Unlike Class B (residential), Class A permits higher harmonic distortion but imposes stricter measurement methodology — including 24-hour continuous monitoring per IEC 61000-4-30. Manufacturers should conduct pre-audit measurements using calibrated Class A-compliant analyzers before engaging accredited labs.
IEC 61000-4-12 testing applies not only to AC input but also to DC output and communication lines. Design reviews should prioritize common-mode choke placement, TVS diode clamping voltage selection, and isolation barrier robustness — especially for CAN FD interfaces operating near high-dV/dt nodes.
Not all INMETRO-recognized labs currently hold scope for the 2026 edition. Exporters should validate lab capability documents (e.g., Cgcre/Cgcre-Brasil accreditation annexes) and request evidence of recent successful audits against this specific standard — avoiding reliance solely on legacy IEC 61000-4-x test history.

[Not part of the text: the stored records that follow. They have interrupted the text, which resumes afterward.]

using AlgebraNotebook.Exact.Polynomials;
using AlgebraNotebook.Exact.Scalars;
using static AlgebraNotebook.Exact.Tests.Polynomials.PolynomialTestData;

namespace AlgebraNotebook.Exact.Tests.Polynomials;

/// <summary>
/// Commutative-ring axioms (common practice) on random small elements. Kept local to the polynomial tests; a shared
/// harness for all ring types may replace it.
/// </summary>
public class PolynomialRingAxiomTests
{
    private static readonly Symbols.Symbol[] Names = [S("ra"), S("rb"), S("rc")];

    [Fact]
    public void Rational_polynomials_satisfy_the_ring_axioms()
    {
        CheckRing(r => RandomPolynomial(r, Names, RandomRational), seed: 101, baseCount: 150);
    }

    [Fact]
    public void Gaussian_rational_polynomials_satisfy_the_ring_axioms()
    {
        CheckRing(r => RandomPolynomial(r, Names, RandomGaussian), seed: 102, baseCount: 150);
    }

    [Fact]
    public void Quotient_ring_elements_satisfy_the_ring_axioms()
    {
        var ring = new QuotientRing<Rational>(["ra^2 + rb^2 = 1", "rc^2 = ra rb"]);
        CheckRing(
            r => r.Next(8) == 0
                ? QuotientElement<Rational>.FromRational(RandomRational(r))
                : ring.Element(RandomPolynomial(r, Names, RandomRational)),
            seed: 103,
            baseCount: 100);
    }

    [Fact]
    public void Gaussian_quotient_ring_elements_satisfy_the_ring_axioms()
    {
        var ring = new QuotientRing<GaussianRational>(["ra rb = 1", "rc^2 = -1"]);
        CheckRing(r => ring.Element(RandomPolynomial(r, Names, RandomGaussian)), seed: 104, baseCount: 100);
    }

    private static void CheckRing<TElement>(Func<Random, TElement> next, int seed, int baseCount)
        where TElement : IRationalAlgebraElement<TElement>
    {
        var random = new Random(seed);
        var zero = TElement.Zero;
        var one = TElement.One;
        Assert.True(zero.IsZero, "Zero is not zero");
        Assert.True(one.IsOne, "One is not one");
        Assert.Equal(one + one, TElement.FromInteger(2));
        Assert.Equal(TElement.FromRational(new Rational(1, 2)) + TElement.FromRational(new Rational(1, 2)), one);
        for (var k = 0; k < Iterations(baseCount); k++)
        {
            var a = next(random);
            var b = next(random);
            var c = next(random);
            var inputs = $"a = {a}, b = {b}, c = {c} (seed {seed}, iteration {k})";
            Check((a + b) + c, a + (b + c), "additive associativity", inputs);
            Check(a + b, b + a, "additive commutativity", inputs);
            Check((a * b) * c, a * (b * c), "multiplicative associativity", inputs);
            Check(a * b, b * a, "multiplicative commutativity", inputs);
            Check(a * (b + c), a * b + a * c, "distributivity", inputs);
            Check(a + zero, a, "additive identity", inputs);
            Check(a * one, a, "multiplicative identity", inputs);
            Assert.True((a * zero).IsZero, "a * 0 is not zero for " + inputs);
            Assert.True((a + -a).IsZero, "a + (-a) is not zero for " + inputs);
            Check(a - b, a + -b, "subtraction", inputs);
            Check(a.Scale(new Rational(3, 2)), a * TElement.FromRational(new Rational(3, 2)), "scaling", inputs);
            Check(a.Conjugate().Conjugate(), a, "conjugation is an involution", inputs);
            Check((a * b).Conjugate(), a.Conjugate() * b.Conjugate(), "conjugation is multiplicative", inputs);
            Assert.True(a.Equals(a + zero) && (a + b).GetHashCode() == (b + a).GetHashCode(), "Equals/GetHashCode inconsistent for " + inputs);
        }
    }

    private static void Check<TElement>(TElement actual, TElement expected, string axiom, string inputs)
        where TElement : IRingElement<TElement>
    {
        Assert.True(actual.Equals(expected), $"{axiom} fails: got {actual}, expected {expected}, for {inputs}");
        Assert.True(actual.GetHashCode() == expected.GetHashCode(), $"{axiom}: equal values with different hash codes, for {inputs}");
    }
}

Observably, this update is less about technical novelty and more about enforcement maturity: NBR 16903-2:2026 formalizes long-standing IEC-based expectations into binding national law. Analysis shows that Brazil is strategically prioritizing commercial EV infrastructure readiness — where grid interaction stability (harmonics) and roadside EMI resilience (oscillatory waves) are critical for fleet operators. From an industry perspective, the six-month deadline suggests INMETRO anticipates moderate implementation friction; however, the absence of transition allowances for already-certified OBCs implies limited grandfathering. This better fits a pattern of ‘certification hygiene’ rather than sudden technical escalation.
This regulation underscores a broader trend: emerging markets are shifting from voluntary alignment to enforceable, product-specific EMC mandates — especially in electrified commercial transport. For exporters, it reinforces that compliance must be embedded early in R&D, not treated as a final gate. A rational reading is that the requirement elevates baseline quality expectations without fundamentally altering technical pathways — provided due diligence begins now.

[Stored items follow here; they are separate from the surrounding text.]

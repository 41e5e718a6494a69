using System.Numerics;
using AlgebraNotebook.Exact;
using AlgebraNotebook.Exact.Polynomials;
using AlgebraNotebook.Exact.Scalars;
using AlgebraNotebook.Exact.Symbols;

namespace AlgebraNotebook.Exact.Tests.Polynomials;

public class PolynomialPowerLimitTests
{
    private static Polynomial<Rational> P(string text) => Polynomial<Rational>.Parse(text);

    [Fact]
    public void Huge_power_of_a_binomial_is_refused_before_any_work_with_the_estimate()
    {
        var e = Assert.Throws<BeyondCapabilityException>(() => P("x + 1").Pow(int.MaxValue));
        Assert.Contains("total degree 2147483647", e.Message);
        Assert.Contains("PowerLimits", e.Message);
    }

    [Fact]
    public void Raised_limit_lets_a_power_through_that_a_lower_limit_refuses_and_the_middle_coefficient_is_the_central_binomial()
    {
        Assert.Throws<BeyondCapabilityException>(() => P("x + 1").Pow(600, new PowerLimits { MaxTotalDegree = 500 }));
        // (x + 1)^600: the coefficient of x^300 is C(600, 300) (binomial theorem, common practice).
        var result = P("x + 1").Pow(600, new PowerLimits { MaxTotalDegree = 600 });
        Assert.Equal(601, result.Terms.Count);
        var x = Symbol.Of("x");
        var middle = result.Terms.Single(t => t.Monomial.ExponentOf(x) == 300).Coefficient;
        var central = BigInteger.One;
        for (var j = 1; j <= 300; j++)
        {
            central = central * (300 + j) / j;
        }

        Assert.Equal(new Rational(central), middle);
    }

    [Fact]
    public void Term_estimate_uses_the_smaller_of_the_multiset_and_monomial_bounds()
    {
        // (x + y)^2000 has 2001 terms (binomial theorem); with MaxTerms 2001 it passes, with 2000 it is refused.
        Assert.Equal(2001, P("x + y").Pow(2000, new PowerLimits { MaxTerms = 2001 }).Terms.Count);
        Assert.Throws<BeyondCapabilityException>(() => P("x + y").Pow(2000, new PowerLimits { MaxTerms = 2000 }));
    }

    [Fact]
    public void A_single_term_is_raised_directly_without_the_degree_limit()
    {
        Assert.Equal(P("x^20000"), P("x").Pow(20_000));
    }

    [Fact]
    public void Invalid_limits_are_refused()
    {
        Assert.Throws<ExactArgumentException>(() => P("x + 1").Pow(2, new PowerLimits { MaxTerms = 0 }));
    }

    [Fact]
    public void Text_asking_for_a_moderate_power_is_parsed_and_a_huge_expansion_is_refused_by_the_parse_budget()
    {
        // (x + 1)^100 has 101 terms and the coefficient of x^1 is 100 (binomial theorem, common practice).
        var p = P("(x + 1)^100");
        Assert.Equal(101, p.Terms.Count);
        Assert.Contains(p.Terms, t => t.Monomial.ExponentOf(Symbol.Of("x")) == 1 && t.Coefficient == new Rational(100));
        var e = Assert.Throws<BeyondCapabilityException>(() => P("(x + y + z + w)^60"));
        Assert.Contains("(x + y + z + w)^60", e.Message);
    }
}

Official source: INMETRO Portaria No. 188/2026, published May 21, 2026 (available at https://www.inmetro.gov.br/legislacao/portarias).
Supplementary reference: ABNT NBR 16903-2:2026 (Brazilian Technical Standard, published March 2026).
Note: Implementation guidance, lab recognition updates, and possible transitional provisions remain under active review by INMETRO’s Conformity Assessment Division — ongoing monitoring recommended through official bulletins and accredited certification bodies.